The Department of Health and Social Care has announced £421 million of funding to combat drug and alcohol misuse.
The funding will go to local authorities across England to improve drug and alcohol addiction treatment and recovery.
The funding should enable the creation of over 50,000 high-quality places in drug and alcohol treatment.
The announcement means that local authorities will be able to recruit more staff to work with people with drug and alcohol problems, support more prison leavers into treatment and recovery services, and invest in enhancing the quality of treatment they provide.
151 local authorities will be allocated funding.
Health and Social Care Secretary Steve Barclay said: "Drug misuse has a massive cost to society – more than 3,000 people died as a result of drug misuse in 2021.
"This investment in treatment and recovery services is crucial to provide people with high-quality support, with services such expanding access to life-saving overdose medicines and outreach to young people at risk of drug misuse already helping to reduce harm and improve recovery.
"This funding will help us build a much improved treatment and recovery service which will continue to save lives, improve the health and wellbeing of people across the country, and reduce pressure on the NHS by diverting people from addiction into recovery."
Previous recipients of funding include a Leeds plan to target unmet need from groups with greatest social and economic deprivation with the poorest health outcomes, and a Lambeth plan to recruit additional nurses to ease frontline pressures on the substance misuse service, develop a nurse led outreach prescribing service for residents in the Vulnerable Adults Pathway, and offer one-to-one support for offenders referred via the local HMPPS Chemsex and Crime Lead this year.
Danny Hames and Kate Hall, chair and vice-chair of the NHS Addictions Provider Alliance, said: "The NHS APA welcomes this further commitment to investment in England’s drug treatment system as part of the 10-year drug strategy.
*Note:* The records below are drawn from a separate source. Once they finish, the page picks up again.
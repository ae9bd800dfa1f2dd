//! The journal's own thread: everything that waits is committed at once, then answered.
//!
//! ```text
//!            any error of the connection                 opened, verified,
//!            (kept: what was not acknowledged)           re-appended: Acked, Back
//!  KEEPING ------------------------------> LOST ------------------------------> KEEPING
//!      ^     Lost; a full disk costs        | ^ |                                   
//!      |     the reserve                    +-+ | re-appended, but no room for
//!      |                            every 2 s:  | a new reserve: Acked
//!      +--------- SHORT <--------------not yet--+
//!   room again: Back    (rows are kept, permits are not given)
//! ```
//!
//! Tasks and reading go on in slices while nothing waits to be committed.

use std::collections::VecDeque;
use std::sync::mpsc::{self, Receiver, RecvTimeoutError, Sender, TryRecvError};
use std::thread::JoinHandle;
use std::time::Duration;

use record::Row;

use crate::lost::{self, Kept, Ticker};
use crate::planned::Planned;
use crate::task::{Running, Slice};
use crate::{Acked, Batch, Done, Journal, JournalError, Reply, Stamp, Task, reserve};

/// Rows a slice of reading may take between two looks for batches.
const SLICE_ROWS: usize = 512;
/// How long the thread sleeps at most while a task waits for somebody else.
const WAIT: Duration = Duration::from_millis(20);

pub(crate) enum Message {
    Submit(Batch),
    Read {
        from_seq: u64,
        left: usize,
        to: Sender<Vec<Row>>,
    },
    Task(Stamp, Task),
    /// From the ticker, while the journal is lost.
    Retry,
    Close,
}

/// The other end of the journal's thread. Dropping it closes the journal without waiting.
#[derive(Debug)]
pub struct Handle {
    to: Sender<Message>,
    thread: Option<JoinHandle<Result<(), JournalError>>>,
}

impl Handle {
    /// Hands a batch over and does not wait; the answer comes as a [`Reply`]. The error means that
    /// the thread is gone, and the batch's permits with it.
    pub fn submit(&self, batch: Batch) -> Result<(), JournalError> {
        self.to.send(Message::Submit(batch)).map_err(|_| JournalError::Gone)
    }

    /// Asks for at most `limit` rows from `from_seq` on. They come in slices of at most 512, with
    /// commits going first; the sender is dropped after the last slice, and without any if the
    /// journal is lost.
    pub fn read(
        &self,
        from_seq: u64,
        limit: usize,
        to: Sender<Vec<Row>>,
    ) -> Result<(), JournalError> {
        self.to.send(Message::Read { from_seq, left: limit, to }).map_err(|_| JournalError::Gone)
    }

    /// Asks for a task; what became of it comes as [`Reply::Done`]. Tasks go one after the other.
    pub fn task(&self, stamp: Stamp, task: Task) -> Result<(), JournalError> {
        self.to.send(Message::Task(stamp, task)).map_err(|_| JournalError::Gone)
    }

    /// Commits what was submitted before, copies the WAL into the file, closes it and waits for the
    /// thread to end.
    pub fn close(mut self) -> Result<(), JournalError> {
        let _gone_is_told_below = self.to.send(Message::Close);
        let thread = self.thread.take().ok_or(JournalError::Gone)?;
        thread.join().map_err(|_| JournalError::Gone)?
    }
}

impl Drop for Handle {
    fn drop(&mut self) {
        let _nobody_is_left_to_tell = self.to.send(Message::Close);
    }
}

impl Journal {
    /// Moves the journal into its own thread, which answers to `reply`.
    pub fn start<T>(self, reply: Sender<T>) -> Handle
    where
        T: From<Reply> + Send + 'static,
    {
        let (to, from) = mpsc::channel();
        let ticks = to.clone();
        // Nobody who listens has gone before us but at the very end: then it does not matter.
        let answer = Box::new(move |r: Reply| drop(reply.send(r.into())));
        let run = move || {
            let _guard = AbortOnPanic;
            let keeper = Keeper::new(self, answer, ticks);
            keeper.run(&from)
        };
        let thread = std::thread::Builder::new()
            .name("journal".to_owned())
            .spawn(run)
            .expect("the system gives one thread at the start");
        Handle { to, thread: Some(thread) }
    }
}

/// A panic here leaves the program without a record: leases and the supervisor take over.
struct AbortOnPanic;

impl Drop for AbortOnPanic {
    fn drop(&mut self) {
        if std::thread::panicking() {
            std::process::abort();
        }
    }
}

enum State {
    /// KEEPING; or SHORT, while a ticker asks for room for the reserve.
    Open(Box<Journal>, Option<Ticker>),
    Lost(Kept),
}

struct Keeper {
    state: State,
    answer: Box<dyn FnMut(Reply) + Send>,
    reads: VecDeque<(u64, usize, Sender<Vec<Row>>)>,
    tasks: VecDeque<(Stamp, Task)>,
    running: Option<Running>,
    /// The running task waits for somebody else.
    waits: bool,
    ticks: Sender<Message>,
    /// Rows that were kept in memory since the journal was lost.
    kept: usize,
}

impl Keeper {
    fn new(
        journal: Journal,
        mut answer: Box<dyn FnMut(Reply) + Send>,
        ticks: Sender<Message>,
    ) -> Self {
        let short = reserve::fill(journal.dir()).err().map(|e| {
            answer(Reply::Lost { why: format!("there is no room for the reserve: {e}") });
            Ticker::start(ticks.clone())
        });
        let state = State::Open(Box::new(journal), short);
        let (reads, tasks, running) = (VecDeque::new(), VecDeque::new(), None);
        Self { state, answer, reads, tasks, running, waits: false, ticks, kept: 0 }
    }

    fn run(mut self, from: &Receiver<Message>) -> Result<(), JournalError> {
        loop {
            let (batches, retry, close) = self.gather(from);
            if !batches.is_empty() {
                self.keep(batches);
            }
            if retry || close {
                self.recover();
            }
            if close {
                return match self.state {
                    State::Open(journal, _) => journal.close(),
                    State::Lost(kept) => Err(kept.given_up()),
                };
            }
            self.read_slice();
            self.task_slice();
        }
    }

    /// Waits for a message, unless there is something to go on with, then takes all that are there.
    fn gather(&mut self, from: &Receiver<Message>) -> (Vec<Batch>, bool, bool) {
        let (mut batches, mut retry) = (Vec::new(), false);
        let mut next = self.next(from);
        loop {
            match next {
                Ok(Message::Submit(batch)) => batches.push(batch),
                Ok(Message::Read { from_seq, left, to }) => {
                    self.reads.push_back((from_seq, left, to));
                }
                Ok(Message::Task(stamp, task)) => self.tasks.push_back((stamp, task)),
                Ok(Message::Retry) => retry = true,
                Ok(Message::Close) | Err(TryRecvError::Disconnected) => {
                    return (batches, retry, true);
                }
                Err(TryRecvError::Empty) => return (batches, retry, false),
            }
            next = from.try_recv();
        }
    }

    fn next(&self, from: &Receiver<Message>) -> Result<Message, TryRecvError> {
        let at_once = !self.reads.is_empty() || (self.running.is_some() && !self.waits);
        if at_once || (self.running.is_none() && !self.tasks.is_empty()) {
            return from.try_recv();
        }
        if self.waits {
            return from.recv_timeout(WAIT).map_err(|e| match e {
                RecvTimeoutError::Timeout => TryRecvError::Empty,
                RecvTimeoutError::Disconnected => TryRecvError::Disconnected,
            });
        }
        from.recv().map_err(|_| TryRecvError::Disconnected)
    }

    fn keep(&mut self, batches: Vec<Batch>) {
        let parts = batches.into_iter().map(Planned::of);
        let (mut planned, mut intents): (Vec<_>, Vec<_>) = parts.unzip();
        let journal = match &mut self.state {
            State::Lost(kept) => {
                self.kept += planned.len();
                if let Err(why) = kept.add(planned) {
                    (self.answer)(Reply::Lost { why });
                }
                return;
            }
            State::Open(journal, short) => {
                if short.is_some() {
                    planned.iter_mut().for_each(Planned::without_intents);
                    intents.iter_mut().for_each(Vec::clear);
                }
                journal
            }
        };
        match journal.commit(&planned, intents) {
            Ok(acked) => {
                let short = journal.keep_short();
                for one in acked {
                    (self.answer)(Reply::Acked(one));
                }
                if let Err(e) = short {
                    self.lose(&e, Vec::new());
                }
            }
            Err(e) => self.lose(&e, planned),
        }
    }

    /// Drops the connection: after a failed sync a second one may succeed over lost data.
    fn lose(&mut self, why: &JournalError, attempted: Vec<Planned>) {
        let State::Open(journal, _) = &mut self.state else { return };
        let dir = journal.dir().to_owned();
        self.kept += attempted.len();
        let ticker = Ticker::start(self.ticks.clone());
        self.state = State::Lost(Kept::after(journal, attempted, ticker));
        (self.answer)(Reply::Lost { why: lost::in_words(why) });
        if let Some(running) = self.running.take() {
            let done = running.done(Err("the journal is lost".to_owned()));
            (self.answer)(Reply::Done(done));
        }
        if why.is_full_disk() {
            reserve::spend(&dir);
            self.recover();
        }
    }

    fn recover(&mut self) {
        if let State::Lost(kept) = &mut self.state {
            let Ok((journal, rows)) = kept.recover() else { return };
            let ticker = Ticker::start(self.ticks.clone());
            self.state = State::Open(Box::new(journal), Some(ticker));
            for rows in rows {
                (self.answer)(Reply::Acked(Acked { rows, committed: Vec::new() }));
            }
        }
        let State::Open(journal, short) = &mut self.state else { return };
        if short.is_some() && reserve::fill(journal.dir()).is_ok() {
            *short = None;
            let rows_kept = std::mem::take(&mut self.kept);
            (self.answer)(Reply::Back { rows_kept });
        }
    }

    fn journal(&mut self) -> Option<&mut Journal> {
        match &mut self.state {
            State::Open(journal, _) => Some(journal),
            State::Lost(_) => None,
        }
    }

    /// One slice of the oldest read.
    fn read_slice(&mut self) {
        let Some((from_seq, left, to)) = self.reads.pop_front() else { return };
        let Some(journal) = self.journal() else { return };
        let rows = match journal.read(from_seq, left.min(SLICE_ROWS)) {
            Ok(rows) => rows,
            Err(e) => return self.lose(&e, Vec::new()),
        };
        let (Some(last), got) = (rows.last().map(|r| r.seq), rows.len()) else { return };
        if to.send(rows).is_ok() && left > got {
            self.reads.push_front((last + 1, left - got, to));
        }
    }

    /// One slice of the oldest task.
    fn task_slice(&mut self) {
        if self.running.is_none() {
            let Some((stamp, task)) = self.tasks.pop_front() else { return };
            self.running = self.journal().map(|j| Running::begin(task.clone(), stamp, j));
            if self.running.is_none() {
                let outcome = Err("the journal is lost".to_owned());
                (self.answer)(Reply::Done(Done { task, rows: Vec::new(), outcome }));
            }
        }
        let State::Open(journal, _) = &mut self.state else { return };
        let Some(running) = &mut self.running else { return };
        let slice = running.slice(journal);
        self.waits = matches!(slice, Ok(Slice::Wait));
        let outcome = match slice {
            Ok(Slice::More | Slice::Wait) => return,
            Ok(Slice::Done(words)) => Ok(words),
            Err(e) if e.is_of_the_connection() => return self.lose(&e, Vec::new()),
            Err(e) => Err(lost::in_words(&e)),
        };
        if let Some(running) = self.running.take() {
            (self.answer)(Reply::Done(running.done(outcome)));
        }
    }
}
"We hope that the additional £421 million funding allocated to local authorities across England will be utilised to shape a joined-up system that ensures everyone in need has equal access to high-quality care.
"This cannot be achieved without partnership work across the sector, something that we are committed to doing as an alliance of NHS Trusts, in a continued effort to reduce the rising number of drug-related deaths seen annually and positively change the lives of thousands of people."